Breaking habits is hard, and that’s just as true for individuals as it is for governments. The fact that the El Salvador’s government decided that a gamble on bitcoin was worth the risk at all, says a lot about their relationship with the US dollar.
The choice to change your national currency might not always work out, but it’s rarely made lightly.
From an Australian perspective, the idea that a sovereign state could move away from traditional currencies and towards digital assets can seem outlandish. More than just radical, it can seem like unnecessary flirting with disaster.
However, our own economic situation is remarkably different to that of El Salvador. If we’d spend the last two decades saddled to the ups and downs of the US dollar, we might very well feel differently.

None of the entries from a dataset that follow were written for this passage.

using FinWatch.Physics;

namespace FinWatch.Server.Infrastructure;

/// <summary>
/// The <c>gate_faces</c> field of every request that says which faces of the fin the gate covers (products, the model's
/// evaluate and cross-section): the spellings of <see cref="GateFacesText"/> and one message when a value is not one of them.
/// </summary>
public static class GateFacesField
{
    public const string Name = "gate_faces";

    /// <summary>
    /// Adds a problem under <c>gate_faces</c> when <paramref name="value"/> is not "tri-gate" or "double-gate"; an absent
    /// value is a problem only when <paramref name="required"/> (otherwise it means tri-gate, <see cref="OrTriGate"/>).
    /// </summary>
    public static void Check(string? value, ValidationErrors errors, bool required)
    {
        if (value is null && !required)
        {
            return;
        }

        if (!GateFacesText.TryParse(value, out _))
        {
            errors[Name] = value is null
                ? $"gate_faces is required: {GateFacesText.Described}"
                : $"'{value}' is not a gate configuration; gate_faces is {GateFacesText.Described}";
        }
    }

    /// <summary>The checked value as the enum, tri-gate when absent.</summary>
    public static GateFaces OrTriGate(string? value) => value is null ? GateFaces.TriGate : GateFacesText.Parse(value);
}
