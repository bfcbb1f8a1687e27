namespace FinWatch.Server.Infrastructure;

/// <summary>
/// How a wafer is named in every file FinWatch reads (measurements, electrical tests): a lot id and its other text
/// identifiers of at most <see cref="MaxTextLength"/> characters, and a slot from 1 to <see cref="MaxSlot"/>.
/// </summary>
public static class WaferIdentity
{
    /// <summary>Longest lot id, site id, product code, step, tool or chamber name, as stored.</summary>
    public const int MaxTextLength = 64;

    /// <summary>A 25-slot carrier (FOUP): wafer slots 1 to 25.</summary>
    public const int MaxSlot = 25;
}
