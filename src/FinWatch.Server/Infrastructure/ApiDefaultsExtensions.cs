using System.Text.Json;
using System.Text.Json.Serialization;
using Microsoft.AspNetCore.Diagnostics;
using Microsoft.AspNetCore.Diagnostics.HealthChecks;
using Microsoft.Extensions.DependencyInjection.Extensions;

namespace FinWatch.Server.Infrastructure;

public static class ApiDefaultsExtensions
{
    /// <summary>
    /// The API's one JSON dialect, for the endpoints, the OpenAPI document (which reads the same options) and the live hub:
    /// field names, map keys and enum values in snake_case (field names carry their unit: <c>top_width_nm</c>). A map's
    /// keys go through the policy too, so a map keyed by data that must keep its spelling (lot ids) needs another shape.
    /// </summary>
    public static JsonSerializerOptions UseFinWatchJson(this JsonSerializerOptions options)
    {
        options.PropertyNamingPolicy = JsonNamingPolicy.SnakeCaseLower;
        options.DictionaryKeyPolicy = JsonNamingPolicy.SnakeCaseLower;
        options.Converters.Add(new JsonStringEnumConverter(JsonNamingPolicy.SnakeCaseLower, allowIntegerValues: false));
        options.DefaultIgnoreCondition = JsonIgnoreCondition.Never;
        options.NumberHandling = JsonNumberHandling.Strict;
        return options;
    }

    /// <summary>JSON in the API's dialect (<see cref="UseFinWatchJson"/>), problem details for every error, OpenAPI.</summary>
    public static WebApplicationBuilder AddFinWatchApiDefaults(this WebApplicationBuilder builder)
    {
        builder.Services.ConfigureHttpJsonOptions(o => o.SerializerOptions.UseFinWatchJson());
        // A request that cannot be bound (malformed JSON, a wrong type, text where a number belongs) becomes a 400 problem
        // that says what could not be read and where, instead of a bare "Bad Request".
        builder.Services.Configure<RouteHandlerOptions>(o => o.ThrowOnBadRequest = true);
        builder.Services.AddProblemDetails(o => o.CustomizeProblemDetails = ctx =>
        {
            if (ctx.HttpContext.Features.Get<IExceptionHandlerFeature>()?.Error is BadHttpRequestException bad)
            {
                ctx.ProblemDetails.Status = bad.StatusCode;
                ctx.ProblemDetails.Title = "The request could not be read.";
                ctx.ProblemDetails.Detail = bad.InnerException is JsonException json ? $"{bad.Message} {json.Message}" : bad.Message;
            }
        });
        builder.Services.AddOpenApi();
        builder.Services.TryAddSingleton(TimeProvider.System);
        return builder;
    }

    public static WebApplication UseFinWatchApiDefaults(this WebApplication app)
    {
        app.UseExceptionHandler(new ExceptionHandlerOptions
        {
            StatusCodeSelector = e => e is BadHttpRequestException bad ? bad.StatusCode : StatusCodes.Status500InternalServerError,
            // A client's malformed request is not a server fault: it is answered, not logged as an error.
            SuppressDiagnosticsCallback = c => c.Exception is BadHttpRequestException,
        });
        app.UseStatusCodePages();
        app.MapOpenApi().AllowAnonymous();
        app.MapHealthChecks("/health").AllowAnonymous();
        // Liveness: the process answers; it does not touch the database.
        app.MapHealthChecks("/alive", new HealthCheckOptions { Predicate = _ => false }).AllowAnonymous();
        return app;
    }
}
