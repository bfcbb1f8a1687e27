using System.Text.Json;
using System.Text.Json.Serialization;
using Microsoft.AspNetCore.Diagnostics.HealthChecks;
using Microsoft.Extensions.DependencyInjection.Extensions;

namespace FinWatch.Server.Infrastructure;

public static class ApiDefaultsExtensions
{
    /// <summary>JSON in snake_case (field names carry their unit: <c>top_width_nm</c>), problem details for every error, OpenAPI.</summary>
    public static WebApplicationBuilder AddFinWatchApiDefaults(this WebApplicationBuilder builder)
    {
        builder.Services.ConfigureHttpJsonOptions(o =>
        {
            o.SerializerOptions.PropertyNamingPolicy = JsonNamingPolicy.SnakeCaseLower;
            o.SerializerOptions.DictionaryKeyPolicy = null;
            o.SerializerOptions.DefaultIgnoreCondition = JsonIgnoreCondition.Never;
            o.SerializerOptions.NumberHandling = JsonNumberHandling.Strict;
        });
        builder.Services.AddProblemDetails();
        builder.Services.AddValidation();
        builder.Services.AddOpenApi();
        builder.Services.TryAddSingleton(TimeProvider.System);
        return builder;
    }

    public static WebApplication UseFinWatchApiDefaults(this WebApplication app)
    {
        app.UseExceptionHandler();
        app.UseStatusCodePages();
        app.MapOpenApi();
        app.MapHealthChecks("/health");
        // Liveness: the process answers; it does not touch the database.
        app.MapHealthChecks("/alive", new HealthCheckOptions { Predicate = _ => false });
        return app;
    }
}
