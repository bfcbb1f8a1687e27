using System.Reflection;

namespace FinWatch.Server.Infrastructure;

/// <summary>
/// The problems of one request, keyed by the JSON field path in snake_case (<c>nominal.corner_radius_nm</c>,
/// <c>specs[2].parameter</c>, <c>sigma_multiplier</c>). Setting a field's message replaces what the field had;
/// <see cref="Add"/> appends another message to it.
/// </summary>
public sealed class ValidationErrors
{
    private readonly Dictionary<string, List<string>> byField = new(StringComparer.Ordinal);

    public int Count => byField.Count;

    public bool Has(string field) => byField.ContainsKey(field);

    /// <summary>Replaces the field's messages by this one.</summary>
    public string this[string field]
    {
        set => byField[field] = [value];
    }

    public void Add(string field, string message)
    {
        if (!byField.TryGetValue(field, out var list))
        {
            byField[field] = list = [];
        }

        list.Add(message);
    }

    /// <summary>Replaces the field's messages by these (e.g. the password rules a person's password breaks).</summary>
    public void Set(string field, IEnumerable<string> messages) => byField[field] = [.. messages];

    /// <summary>
    /// The same problems under other field names (a field not in <paramref name="names"/> keeps its name); messages of
    /// fields that end up under one name are joined.
    /// </summary>
    public ValidationErrors Renamed(IReadOnlyDictionary<string, string> names)
    {
        var renamed = new ValidationErrors();
        foreach (var (field, messages) in byField)
        {
            foreach (var message in messages)
            {
                if (!renamed.byField.TryGetValue(names.GetValueOrDefault(field, field), out var list) || !list.Contains(message))
                {
                    renamed.Add(names.GetValueOrDefault(field, field), message);
                }
            }
        }

        return renamed;
    }

    public Dictionary<string, string[]> ToDictionary() => byField.ToDictionary(e => e.Key, e => e.Value.ToArray(), StringComparer.Ordinal);
}

/// <summary>
/// A request (a JSON body, or an <c>[AsParameters]</c> record of query parameters) whose fields can be checked without
/// the database. <see cref="RequestValidation.ValidateRequests{TBuilder}"/> runs the check before the handler.
/// </summary>
public interface IValidatedRequest
{
    /// <summary>Adds the request's problems, keyed by JSON field path; adds nothing when the request is consistent.</summary>
    void Validate(ValidationErrors errors);
}

/// <summary>Marks an endpoint whose <see cref="IValidatedRequest"/> arguments are checked by the validation filter.</summary>
public sealed class ValidatesRequests
{
    public static readonly ValidatesRequests Instance = new();

    private ValidatesRequests()
    {
    }
}

public static class RequestValidation
{
    /// <summary>
    /// The one way requests are validated: every endpoint of the group with an <see cref="IValidatedRequest"/> argument
    /// answers 400 problem+json (<see cref="Problems.Invalid(ValidationErrors, string?, bool)"/>) before its handler runs
    /// when that argument has problems; the handler then sees consistent input only. Checks that need the database
    /// (does the product exist?) stay in the handler and answer through the same <see cref="Problems.Invalid(ValidationErrors, string?, bool)"/>.
    /// </summary>
    public static TBuilder ValidateRequests<TBuilder>(this TBuilder builder) where TBuilder : IEndpointConventionBuilder
    {
        builder.Add(endpoint =>
        {
            if (endpoint.Metadata.OfType<MethodInfo>().FirstOrDefault() is { } method && ValidatedParameters(method).Length > 0)
            {
                endpoint.Metadata.Add(ValidatesRequests.Instance);
                endpoint.Metadata.Add(new ProducesResponseTypeMetadata(StatusCodes.Status400BadRequest, typeof(HttpValidationProblemDetails), ["application/problem+json"]));
            }
        });
        builder.AddEndpointFilterFactory((factory, next) =>
        {
            var positions = ValidatedParameters(factory.MethodInfo);
            if (positions.Length == 0)
            {
                return next;
            }

            return context =>
            {
                var errors = new ValidationErrors();
                foreach (var i in positions)
                {
                    (context.Arguments[i] as IValidatedRequest)?.Validate(errors);
                }

                return errors.Count > 0 ? ValueTask.FromResult<object?>(Problems.Invalid(errors)) : next(context);
            };
        });
        return builder;
    }

    /// <summary>Positions of the handler's parameters that are checked requests.</summary>
    public static int[] ValidatedParameters(MethodInfo method) =>
        [.. method.GetParameters().Select((p, i) => (p, i)).Where(x => typeof(IValidatedRequest).IsAssignableFrom(x.p.ParameterType)).Select(x => x.i)];
}
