using FinWatch.Data;
using Microsoft.EntityFrameworkCore;

namespace FinWatch.Server.Infrastructure;

/// <summary>
/// The provider-specific pieces, chosen once at start-up with the provider (<see cref="DataExtensions"/>): the
/// cross-instance ordering of feed writers and what follows the migrations. Everything else is EF Core.
/// </summary>
public interface IDatabaseDialect
{
    /// <summary>
    /// Called first inside every transaction that writes feed entries, chart points or alerts: waits until no other
    /// such transaction of any instance sharing the database is open, so feed numbers commit in order and a chart
    /// context is evaluated by one instance at a time.
    /// </summary>
    Task LockMonitorAsync(FinWatchDbContext db, CancellationToken cancellationToken);

    /// <summary>Settings applied after the migrations (SQLite: write-ahead logging).</summary>
    Task AfterMigrateAsync(FinWatchDbContext db, CancellationToken cancellationToken);
}

/// <summary>
/// SQLite: one server process owns the file. SQLite's single writer and the process's own gates already order the
/// commits, so the monitor needs no lock of its own.
/// </summary>
public sealed class SqliteDialect : IDatabaseDialect
{
    public Task LockMonitorAsync(FinWatchDbContext db, CancellationToken cancellationToken) => Task.CompletedTask;

    public async Task AfterMigrateAsync(FinWatchDbContext db, CancellationToken cancellationToken) =>
        await db.Database.ExecuteSqlRawAsync("PRAGMA journal_mode=WAL;", cancellationToken);
}

/// <summary>PostgreSQL: several identical instances share the database and coordinate through advisory locks.</summary>
public sealed class PostgresDialect : IDatabaseDialect
{
    public async Task LockMonitorAsync(FinWatchDbContext db, CancellationToken cancellationToken)
    {
        if (db.Database.CurrentTransaction is null)
        {
            throw new InvalidOperationException("the monitor lock is a transaction lock: begin the transaction first");
        }

        await db.Database.ExecuteSqlAsync($"SELECT pg_advisory_xact_lock({PostgresLocks.ClassId}, {PostgresLocks.Monitor})", cancellationToken);
    }

    public Task AfterMigrateAsync(FinWatchDbContext db, CancellationToken cancellationToken) => Task.CompletedTask;
}

/// <summary>FinWatch's advisory lock keys (the two-number form: a class for FinWatch, then the object).</summary>
public static class PostgresLocks
{
    /// <summary>"FW" in ASCII: keeps FinWatch's locks apart from any other application's on the same server.</summary>
    public const int ClassId = 0x4657;

    /// <summary>Held by an ingest transaction from its batch number to its commit: batches commit in number order.</summary>
    public const int Ingest = 1;

    /// <summary>Held by each monitor transaction (evaluation, alert actions, escalation): feed numbers commit in order.</summary>
    public const int Monitor = 2;
}
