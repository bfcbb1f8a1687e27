using System.Globalization;

namespace FinWatch.Server.Infrastructure;

/// <summary>The times of the files FinWatch reads (measured at, tested at): ISO 8601 with a zone.</summary>
public static class ZonedTime
{
    /// <summary>Why a text is refused as a time: its form.</summary>
    public const string NotZoned = "not an ISO 8601 time with a zone, such as 2026-11-20T09:30:00Z";

    private static readonly DateTimeOffset Earliest = new(2000, 1, 1, 0, 0, 0, TimeSpan.Zero);

    /// <summary>
    /// Why <paramref name="text"/> is not the time of something that has happened (an ISO 8601 time with a zone, from
    /// 2000 up to five minutes past the server clock), or null when it is; <paramref name="at"/> is then that time in UTC.
    /// </summary>
    public static string? ProblemWithPastTime(string text, DateTimeOffset now, out DateTimeOffset at)
    {
        if (!TryParse(text, out at))
        {
            return NotZoned;
        }

        if (at > now.AddMinutes(5) || at < Earliest)
        {
            return $"the time lies in the future (server clock {now:u}) or before 2000";
        }

        at = at.ToUniversalTime();
        return null;
    }

    /// <summary>An ISO 8601 time with a zone ("Z" or an offset); a date alone or a local time is refused as ambiguous.</summary>
    public static bool TryParse(string value, out DateTimeOffset at) =>
        TryParseUtcFast(value, out at)
        || (DateTimeOffset.TryParse(value, CultureInfo.InvariantCulture, DateTimeStyles.None, out at) && HasZone(value));

    // The form metrology tools write, 2026-11-03T14:05:00Z, parsed without the general parser (it is the hot path of a
    // million-row file); anything else goes through DateTimeOffset.TryParse.
    private static bool TryParseUtcFast(string v, out DateTimeOffset at)
    {
        at = default;
        if (v.Length != 20 || v[4] != '-' || v[7] != '-' || v[10] != 'T' || v[13] != ':' || v[16] != ':' || v[19] != 'Z')
        {
            return false;
        }

        static int Digits(string v, int start, int count)
        {
            var n = 0;
            for (var i = start; i < start + count; i++)
            {
                var d = v[i] - '0';
                if (d is < 0 or > 9)
                {
                    return -1;
                }

                n = (n * 10) + d;
            }

            return n;
        }

        int year = Digits(v, 0, 4), month = Digits(v, 5, 2), day = Digits(v, 8, 2);
        int hour = Digits(v, 11, 2), minute = Digits(v, 14, 2), second = Digits(v, 17, 2);
        if (year < 1 || month is < 1 or > 12 || day < 1 || day > DateTime.DaysInMonth(year, month)
            || hour is < 0 or > 23 || minute is < 0 or > 59 || second is < 0 or > 59)
        {
            return false;
        }

        at = new DateTimeOffset(year, month, day, hour, minute, second, TimeSpan.Zero);
        return true;
    }

    // A zone is "Z" or a +hh:mm / -hh:mm offset after the time; a date alone or a local time is ambiguous.
    private static bool HasZone(string value)
    {
        var t = value.IndexOf('T', StringComparison.OrdinalIgnoreCase);
        if (t < 0)
        {
            t = value.IndexOf(' ', StringComparison.Ordinal);
        }

        if (t < 0)
        {
            return false;
        }

        var time = value.AsSpan(t + 1);
        return time.EndsWith("Z", StringComparison.OrdinalIgnoreCase) || time.Contains('+') || time.Contains('-');
    }
}
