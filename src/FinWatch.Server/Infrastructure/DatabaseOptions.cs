using System.ComponentModel.DataAnnotations;

namespace FinWatch.Server.Infrastructure;

/// <summary>Database settings (section "FinWatch:Database"). With none given, SQLite at db/finwatch.db is created and migrated.</summary>
public sealed class DatabaseOptions
{
    public const string Section = "FinWatch:Database";

    /// <summary>"Sqlite" (the embedded default). PostgreSQL support arrives with the scale-out work.</summary>
    [Required, RegularExpression("^Sqlite$", ErrorMessage = "only the Sqlite provider is available in this version")]
    public string Provider { get; set; } = "Sqlite";

    /// <summary>Path of the SQLite file; relative paths are anchored by <see cref="FinWatchPaths"/>.</summary>
    [Required]
    public string SqlitePath { get; set; } = "db/finwatch.db";

    /// <summary>A full connection string; overrides <see cref="SqlitePath"/> when set (tests use an in-memory database).</summary>
    public string? ConnectionString { get; set; }
}
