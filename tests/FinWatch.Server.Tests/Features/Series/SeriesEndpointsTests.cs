using System.Net;
using FinWatch.Testing;

namespace FinWatch.Server.Tests.Features.Series;

public class SeriesEndpointsTests : IntegrationTest
{
    private static readonly DateTimeOffset Day1 = new(2026, 11, 10, 8, 0, 0, TimeSpan.Zero);

    private async Task SeedAsync()
    {
        // Lot SA in chamber ETA-1, lot SB in ETB-2; top widths 6.01 … 6.04 across the four sites of each wafer.
        var rows = SiteRow.Wafers("SA", 2, 4, Day1)
            .Concat(SiteRow.Wafers("SB", 1, 4, Day1.AddHours(5)).Select(r => r with { EtchChamber = "ETB-2" }));
        (await PostCsvAsync(SiteRow.Csv(rows))).EnsureSuccessStatusCode();
    }

    [Fact]
    public async Task GetSeries_SiteLevel_ReturnsEveryValueInTimeOrder()
    {
        await SeedAsync();
        var s = await ReadJsonAsync(await Client.GetAsync("/api/series?product=TP-TRI&step=FIN-PROFILE&parameter=top_width_nm"));
        Assert.Equal("nm", s.GetProperty("unit").GetString());
        Assert.Equal(12, s.GetProperty("count").GetInt32());
        var points = s.GetProperty("points").EnumerateArray().ToList();
        var times = points.Select(p => p.GetProperty("measured_at").GetString()).ToList();
        Assert.Equal(times.Order(StringComparer.Ordinal), times);
        Assert.Equal(6.01, points[0].GetProperty("value").GetDouble(), 12);
    }

    [Fact]
    public async Task GetSeries_WaferLevel_ReturnsMeansAndSampleSd()
    {
        await SeedAsync();
        var s = await ReadJsonAsync(await Client.GetAsync("/api/series?product=TP-TRI&step=FIN-PROFILE&parameter=top_width_nm&level=wafer"));
        var points = s.GetProperty("points").EnumerateArray().ToList();
        Assert.Equal(3, points.Count);
        var w = points[0];
        Assert.Equal(4, w.GetProperty("n").GetInt32());
        // Mean of 6.01, 6.02, 6.03, 6.04 is 6.025; sample sd (n − 1) is 0.01·sqrt(5/3) ≈ 0.0129099 (elementary arithmetic).
        Assert.Equal(6.025, w.GetProperty("value").GetDouble(), 12);
        Assert.Equal(0.01 * Math.Sqrt(5.0 / 3.0), w.GetProperty("sd").GetDouble(), 12);
    }

    [Fact]
    public async Task GetSeries_ChamberFilterAndDerivedParameter()
    {
        await SeedAsync();
        var s = await ReadJsonAsync(await Client.GetAsync("/api/series?product=TP-TRI&step=FIN-PROFILE&parameter=taper_deg&chamber=ETB-2"));
        Assert.Equal(4, s.GetProperty("count").GetInt32());
        Assert.All(s.GetProperty("points").EnumerateArray(), p => Assert.Equal("ETB-2", p.GetProperty("etch_chamber").GetString()));
        Assert.Equal("°", s.GetProperty("unit").GetString());
    }

    [Fact]
    public async Task GetSeries_Limit_TruncatesAndSaysSo()
    {
        await SeedAsync();
        var s = await ReadJsonAsync(await Client.GetAsync("/api/series?product=TP-TRI&step=FIN-PROFILE&parameter=top_width_nm&limit=5"));
        Assert.Equal(5, s.GetProperty("count").GetInt32());
        Assert.True(s.GetProperty("truncated").GetBoolean());
    }

    [Theory]
    [InlineData("?step=FIN-PROFILE&parameter=taper_deg", "product")]
    [InlineData("?product=TP-TRI&step=FIN-PROFILE&parameter=colour", "parameter")]
    [InlineData("?product=NOPE&step=FIN-PROFILE&parameter=taper_deg", "product")]
    [InlineData("?product=TP-TRI&step=FIN-PROFILE&parameter=taper_deg&level=lot", "level")]
    public async Task GetSeries_BadQuery_Returns400NamingTheField(string query, string field)
    {
        var response = await Client.GetAsync("/api/series" + query);
        Assert.Equal(HttpStatusCode.BadRequest, response.StatusCode);
        var problem = await ReadJsonAsync(response);
        Assert.True(problem.GetProperty("errors").TryGetProperty(field, out _));
    }
}
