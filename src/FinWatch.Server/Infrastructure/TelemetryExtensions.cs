using System.Reflection;
using Microsoft.Extensions.Options;
using Npgsql;
using OpenTelemetry.Metrics;
using OpenTelemetry.Resources;
using OpenTelemetry.Trace;

namespace FinWatch.Server.Infrastructure;

/// <summary>
/// Observability (README Observability). FinWatch's instruments (<see cref="Telemetry"/>) always exist and cost almost
/// nothing unheard. OpenTelemetry collects only when an exporter is configured: OTLP (metrics and traces) when
/// OTEL_EXPORTER_OTLP_ENDPOINT is set, read with the other OTEL_* variables by the OpenTelemetry SDK itself, and the
/// Prometheus scrape (metrics) when <see cref="TelemetryOptions.PrometheusEnabled"/> is set. With neither, no
/// OpenTelemetry provider is registered at all.
/// </summary>
public static class TelemetryExtensions
{
    public const string OtlpEndpointVariable = "OTEL_EXPORTER_OTLP_ENDPOINT";

    /// <summary>service.name unless OTEL_SERVICE_NAME (or service.name in OTEL_RESOURCE_ATTRIBUTES) says otherwise.</summary>
    public const string DefaultServiceName = "finwatch";

    // The EF Core instrumentation's name for the SQLite provider; PostgreSQL commands are traced by Npgsql itself.
    private const string SqliteProvider = "Microsoft.EntityFrameworkCore.Sqlite";

    public static WebApplicationBuilder AddFinWatchTelemetry(this WebApplicationBuilder builder)
    {
        builder.Services.AddOptions<TelemetryOptions>().BindConfiguration(TelemetryOptions.Section).ValidateDataAnnotations().ValidateOnStart();
        builder.Services.AddMetrics();
        builder.Services.AddSingleton<Telemetry>();

        var settings = builder.Configuration.GetSection(TelemetryOptions.Section).Get<TelemetryOptions>() ?? new TelemetryOptions();
        var otlp = builder.Configuration[OtlpEndpointVariable] is { Length: > 0 };
        if (!otlp && !settings.PrometheusEnabled)
        {
            return builder;
        }

        var version = typeof(Telemetry).Assembly.GetCustomAttribute<AssemblyInformationalVersionAttribute>()?.InformationalVersion;
        var telemetry = builder.Services.AddOpenTelemetry()
            // The environment's resource variables are read last, so that they win over the defaults.
            .ConfigureResource(r => r.Clear().AddService(DefaultServiceName, serviceVersion: version).AddTelemetrySdk().AddEnvironmentVariableDetector())
            .WithMetrics(metrics =>
            {
                // ASP.NET Core's own meters (requests, Kestrel, SignalR connections), the runtime's (GC, thread pool), Npgsql's.
                metrics.AddMeter(Telemetry.Name).AddAspNetCoreInstrumentation().AddMeter("System.Runtime").AddNpgsqlInstrumentation();
                if (otlp)
                {
                    metrics.AddOtlpExporter();
                }

                if (settings.PrometheusEnabled)
                {
                    metrics.AddPrometheusExporter();
                }
            });
        if (otlp)
        {
            telemetry.WithTracing(tracing => tracing
                .AddSource(Telemetry.Name)
                .AddAspNetCoreInstrumentation(o => o.Filter = http => !IsProbeOrScrape(http, settings))
                .AddEntityFrameworkCoreInstrumentation(o => o.Filter = (provider, _) => provider == SqliteProvider)
                .AddNpgsql()
                .AddOtlpExporter());
        }

        if (settings.PrometheusEnabled)
        {
            builder.Services.AddSingleton<IStartupFilter, PrometheusScrape>();
        }

        return builder;
    }

    // Health probes and scrapes arrive every few seconds and say nothing about the fab's work: no spans for them.
    private static bool IsProbeOrScrape(HttpContext http, TelemetryOptions settings) =>
        http.Request.Path.StartsWithSegments("/health") || http.Request.Path.StartsWithSegments("/alive")
        || (settings.PrometheusEnabled && http.Request.Path.StartsWithSegments(settings.PrometheusPath));

    /// <summary>
    /// The scrape answers first in the pipeline, before sign-in and the pages: a scraper has no session, and the
    /// answer holds counts and durations only (<see cref="TelemetryOptions.PrometheusEnabled"/>).
    /// </summary>
    private sealed class PrometheusScrape(IOptions<TelemetryOptions> options) : IStartupFilter
    {
        public Action<IApplicationBuilder> Configure(Action<IApplicationBuilder> next) => app =>
        {
            app.UseOpenTelemetryPrometheusScrapingEndpoint(options.Value.PrometheusPath);
            next(app);
        };
    }
}
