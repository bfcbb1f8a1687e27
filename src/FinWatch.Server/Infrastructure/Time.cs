namespace FinWatch.Server.Infrastructure;

/// <summary>The database stores UTC epoch milliseconds; the API shows UTC ISO 8601 times ending in Z.</summary>
public static class Time
{
    public static DateTime FromMs(long ms) => DateTimeOffset.FromUnixTimeMilliseconds(ms).UtcDateTime;

    public static long ToMs(DateTimeOffset time) => time.ToUnixTimeMilliseconds();
}
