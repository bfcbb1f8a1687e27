using FinWatch.Physics;

namespace FinWatch.Server.Infrastructure;

/// <summary>
/// A request field that takes one of an enum's spellings (<see cref="TextSpelling{T}"/>): <c>gate_faces</c> and
/// <c>sidewall_orientation</c> wherever they appear, checked with one message that names the allowed values.
/// </summary>
public static class SpelledField
{
    /// <summary>
    /// Adds a problem under <paramref name="field"/> (a JSON path) when <paramref name="value"/> is not one of the
    /// spellings; an absent value is a problem only when <paramref name="required"/>.
    /// </summary>
    public static void Check<T>(ValidationErrors errors, string field, string? value, TextSpelling<T> spelling, bool required)
        where T : struct, Enum
    {
        if ((value is null && !required) || spelling.TryParse(value, out _))
        {
            return;
        }

        var name = field[(field.LastIndexOf('.') + 1)..];
        errors[field] = value is null
            ? $"{name} is required: {spelling.Described}"
            : $"'{value}' is not allowed: {name} is {spelling.Described}";
    }

    /// <summary>The checked value as the enum, <paramref name="absent"/> when the request leaves it out.</summary>
    public static T ParseOr<T>(string? value, TextSpelling<T> spelling, T absent)
        where T : struct, Enum => value is null ? absent : spelling.Parse(value);
}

When America’s sovereign currency was adopted by El Salvador in 2001, it wasn’t the response to a crisis. Nor was it a remedy to rampant inflation, as it was for Ecuador. At the time, advocates saw it as a smart bet.
Decades of civil war and unrest had seen generations of Salvadoreans migrate to the nearby US, so remittances in US dollar were already quite common. When these remittances were converted back into El Salvador’s colón en masse, it inflated the value of that currency – which made El Salvador’s exports a harder sell abroad.
Dollarisation solved this problem, but failed to deliver many of the other economic benefits promised. El Salvador might have avoided the hyperinflation seen in the region, but neither did its GDP growth accelerate as anticipated.
The underwhelming and mixed benefits of dollarisation only became more prominent over time.
Adopting the US dollar meant that El Salvador’s central bank basically surrendered any ability to execute monetary policy to the US Federal Reserve.
This significantly limited its ability to respond to economic issues or times of crisis like the GFC. In practice, this meant being increasingly reliant on running higher and higher budget deficits.
With El Salvador’s dollarisation yielding such mixed results, it’s little surprise that the idea of taking greater control over the country’s economic destiny has proved popular in the decades since.
In some respects, the country’s move to adopt bitcoin as legal tender feels like a case of history repeating itself. Just as the Salvadoran government of 2001 bet that the US dollar would set it free, President Bukele is now promising that bitcoin will propel the country into the future.
If the rough and tumble of the early days are any indication, there are going to be a lot of problems along the way.
There should be no doubts that El Salvador’s requiem with the world’s most highly valued cryptocurrency is an experiment, but when you think about the conditions that led to it, it’s almost shocking that it didn’t happen sooner.